Les mécanismes décisionnels utilisés jusqu'ici sont très rudimentaires et limités à l'approche des objets affordant des interactions "satisfaisantes", dans le but de tester les mécanismes de la mémoire spatiale. J'ai donc exploré les possibilités de mécanismes plus élaborés. Notamment, un mécanisme considérant un agent capable de modifier son environnement pour construire des affordances.
Je me suis inspiré du jeu du Sokoban pour ce nouvel environnement : l'environnement est discret et dispose de deux nouveaux types d'objet, les blocs mobiles jaunes et les dalles rouges, l'agent peux observer l'ensemble de son environnement (comme si il voyait son environnement vu du dessus), et dispose d'une interaction supplémentaire : pousser un objet mobile. La physique de l'environnement fait que si un bloc est poussé sur une dalle rouge, le bloc deviens une proie bleu. Si un bloc jaune est poussé contre un mur, celui-ci est bloqué et l'agent peut se cogner dedans. Ainsi, il est possible de construire deux objets affordant respectivement "manger" et "se cogner" en déplaçant des blocs jaunes.

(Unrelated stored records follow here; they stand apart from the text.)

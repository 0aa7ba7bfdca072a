"""Numbers with units: what the user writes, and what the program shows.

Inside fe_shaft everything is SI floats. Here alone text such as ``"38 mm"`` or ``"~93 N/um"`` becomes one, and back.
The number follows a strict pattern and the unit a fixed list per dimension, so that nothing is guessed: a general
parser of units reads ``12 Nm`` as a textile unit, ``1,5 mm`` as 15 mm and accepts ``nan mm``. Quantities of pint are
accepted from the registry of the caller; only they make this module touch pint.

Factors are exact by definition: inch and pound (international yard and pound agreement, 1959: 0.0254 m,
0.45359237 kg), standard gravity 9.80665 m/s^2 (3rd CGPM, 1901); the others follow from these. Hz, 1/s, 1/min and rpm
are turns, not radians (rotational frequency, ISO 80000-3).
"""

import difflib
import math
import re
import unicodedata
from collections.abc import Mapping
from dataclasses import dataclass
from functools import lru_cache
from numbers import Number
from typing import Any, Literal, NamedTuple

from fe_shaft.errors import nearest, quote

STANDARD_GRAVITY = 9.80665  # m/s^2
LONGEST_TEXT = 100  # characters; a number with unit and tolerance needs a fraction of this
SLIP_MARGIN = 10.0  # how many times outside the usual range a value must lie to be called a slip of units
SLIP_FACTORS = (1e3, 1e6, 60.0, 180.0 / math.pi, 25.4)  # prefixes, minutes, degrees, inches


class UnitError(ValueError):
    """A value cannot be read; the text is the sentence that follows the place."""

La détection d'affordance constructible repose sur la détection d'affordances distantes. en effet, il peut arriver qu'un contexte affordant une interaction ne se trouve que de façon partielle dans l'environnement. On appellera un contexte partiel un "proto-objet". D'autre part, il est possible de détecter un objet déplaçable, si celui-ci peut être interagi plusieurs fois consécutivement. Par exemple, un même bloc déplaçable peut être poussé plusieurs fois, et donc considéré comme étant à plusieurs positions simultanément. Notons que ce principe marche également avec "se cogner". Cependant, quand l'agent se cogne, le reste de l'environnement ne se déplace pas par rapport à lui. Ainsi, si l'agent détecte N proto-objets permettant la construction d'un objet affordant une interaction intéressante, et qu'au moins N-1 proto-objets sont déplaçables (c'est à dire qu'ils sont inclus dans un autre objet considéré comme déplaçable), alors l'agent peut les rassembler pour construire cet objet.

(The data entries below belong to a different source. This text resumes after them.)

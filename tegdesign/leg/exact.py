"""The exact leg: steady heat and current in one dimension with properties that depend on temperature, batched.

With j = J L and Q = q L the leg depends only on (T_hot, T_cold, j); length and area are pure scale factors.
Temperature is the independent variable and G = -kappa L dT/dx the unknown:

    Q = j S T + G,   dQ/dT = j S - j^2 rho kappa / G,   integral of kappa / G dT = 1

    =>  G(T) = Q_c + j a(T) - j^2 W(T),   a = integral_{Tc}^{T} S dT - S T,   W = integral_{Tc}^{T} rho kappa / G dT

Only S itself is needed, never dS/dT, and Q_h - Q_c = j (E - j r) with E = integral S dT, r = W(T_hot) holds by
construction: nothing is lost between heat and power. Gauss collocation on panels that end at the table points.
Valid while T falls from hot to cold without a maximum inside (G > 0); otherwise the solver says so.
Equations: standard one-dimensional thermoelectric transport, e.g. Domenicali 1954, Rev. Mod. Phys. 26, 237,
doi 10.1103/RevModPhys.26.237.
"""

from __future__ import annotations

from dataclasses import dataclass, fields
from functools import lru_cache
from typing import NamedTuple

import numpy as np
from numpy.typing import ArrayLike, NDArray

from tegdesign.errors import ConvergenceError
from tegdesign.leg.panels import Panels, gauss_rule, prepare
from tegdesign.material.curve import Array
from tegdesign.material.material import Material

_CHUNK = 512  # legs solved together: the working arrays stay in the cache
_PLAIN = 16  # plain iterations before Newton's method takes over the legs that do not settle


class Slopes(NamedTuple):
    """Derivatives of one result by hot temperature, cold temperature and scaled current."""

    hot: Array
    cold: Array
    current: Array


@dataclass(frozen=True)
class LegSolution:
    """Legs of one material in scaled form; multiply heats and power by area/length, r by length/area.

    Attributes
    ----------
    cold_heat, hot_heat, power : ndarray (B,)
        q_c L, q_h L and j (E - j r) [W/m]; hot_heat = cold_heat + power to the last digit.
    voltage : ndarray (B,)
        E, integral of S dT from cold to hot [V]: the open-circuit voltage on this temperature profile.
    resistance : ndarray (B,)
        r, so that the leg has r length/area [ohm m].
    seebeck_hot, seebeck_cold : ndarray (B,)
        S at the two ends [V/K], the derivatives of the voltage.
    converged : ndarray of bool (B,)
    cold_heat_slopes, resistance_slopes : Slopes or None
        Exact derivatives of cold_heat and resistance.
    """

    cold_heat: Array
    hot_heat: Array
    power: Array
    voltage: Array
    resistance: Array
    seebeck_hot: Array
    seebeck_cold: Array
    converged: NDArray[np.bool_]
    iterations: int
    cold_heat_slopes: Slopes | None = None
    resistance_slopes: Slopes | None = None


def solve_leg(
    material: Material,
    hot: ArrayLike,
    cold: ArrayLike,
    scaled_current: ArrayLike,
    *,
    points: int = 4,
    tolerance: float = 1e-11,
    max_iterations: int = 60,
    slopes: bool = False,
    check: bool = True,
    subdivide: int = 1,
) -> LegSolution:
    """Solve a batch of legs of one material; arguments broadcast to one shape (B,).

    Parameters
    ----------
    hot, cold : array_like
        End temperatures [K]. A leg with hot below cold is solved as its mirror image. Outside the material's
        range the end values are held: whoever calls decides whether that may be used.
    scaled_current : array_like
        j = J L [A/m], J the current density from the hot to the cold end.
    tolerance : float
        Largest change of the last iteration relative to the conducted heat.
    slopes : bool
        Also return exact derivatives.
    check : bool
        Raise where a leg did not converge; otherwise look at ``converged``.

    Raises
    ------
    ConvergenceError
        The temperature inside the leg is not monotone (current too large) or the iteration did not settle.
    """
    hot_, cold_, j_ = np.broadcast_arrays(*(np.asarray(v, dtype=float) for v in (hot, cold, scaled_current)))
    shape = hot_.shape
    h, c, j = (v.ravel() for v in (hot_, cold_, j_))
    mirrored = h < c
    sign = np.where(mirrored, -1.0, 1.0)
    upper, lower, scaled = np.maximum(h, c), np.minimum(h, c), j * sign
    panels = prepare(material, points, subdivide)
    order, groups = _group(panels, lower, upper)
    parts = [
        _solve_chunk(panels, lower[g], upper[g], scaled[g], tolerance, max_iterations, slopes) for g in groups
    ]
    raw = _gather(parts, order)
    result = _reflect(raw, mirrored, sign, shape)
    if check and not np.all(result.converged):
        bad = np.flatnonzero(~result.converged.ravel())
        k = bad[0]
        raise ConvergenceError(
            f"leg of {material.name}: no steady solution with temperature falling from {h[k]:g} K to {c[k]:g} K at "
            f"J L = {j[k]:.6g} A/m ({bad.size} of {h.size} legs); the current is too large for this temperature "
            "difference, choose a smaller one"
        )
    return result


def _group(panels: Panels, lower: Array, upper: Array) -> tuple[NDArray[np.intp], list[NDArray[np.intp]]]:
    """Sort legs so that those cutting the same panels are solved together; return order and chunks."""
    size = lower.size
    if size <= _CHUNK:
        everything = np.arange(size)
        return everything, [everything]
    kc = np.searchsorted(panels.edges, lower, side="right")
    kh = np.searchsorted(panels.edges, upper, side="left")
    order = np.argsort(kc * panels.edges.size + kh, kind="stable")
    return order, np.array_split(order, -(-size // _CHUNK))


def _gather(parts: list[LegSolution], order: NDArray[np.intp]) -> LegSolution:
    if len(parts) == 1:
        return parts[0]

    def back(values: list[Array]) -> Array:
        out = np.empty(order.size, dtype=values[0].dtype)
        out[order] = np.concatenate(values)
        return out

    merged: dict[str, object] = {}
    for f in fields(LegSolution):
        column = [getattr(p, f.name) for p in parts]
        if f.name == "iterations":
            merged[f.name] = max(column)
        elif column[0] is None:
            merged[f.name] = None
        elif isinstance(column[0], Slopes):
            merged[f.name] = Slopes(*(back([s[i] for s in column]) for i in range(3)))
        else:
            merged[f.name] = back(column)
    return LegSolution(**merged)  # type: ignore[arg-type]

J'ai développé un mécanisme décisionnel qui s'ajoute aux autres (exploration et exploitation). Celui-ci s'active lorsque tous les proto-objets permettant la construction d'un objet sont présents dans le contexte de l'agent. Tout comme le mécanisme d'exploitation considère la distance d'un objet par rapport à l'agent, ce mécanisme considère la distance entre un proto-objet déplaçable et un autre proto-objet. Si interagir avec ce premier permet de réduire la distance entre les deux proto-objets, alors le mécanisme ajoute une valeur d'utilité à l'interaction qui permet de se rapprocher de ce premier proto-objet. Ainsi, l'agent va générer des comportements permettant de construire des objets affordant des interactions satisfaisantes.
Les expériences menées sur l'agent simulé montrent que lorsqu'un bloc jaune et une dalle rouge sont dans son environnement proche, l'agent va pousser le bloc vers la dalle, en changeant, lorsque c'est nécessaire, de côté, jusqu'à obtenir une proie. On observe également que le comportement de l'agent est également influencé par les autres objets qui l'entourent (Gay, Mille and Cordier, 2016).
Dans ces deux cas, l'agent arrive correctement à pousser le bloc jaune vers la dalle rouge. Si on ajoute un bloc mur sur le chemin emprunté dans le premier test, l'agent change sa trajectoire pour l'éviter.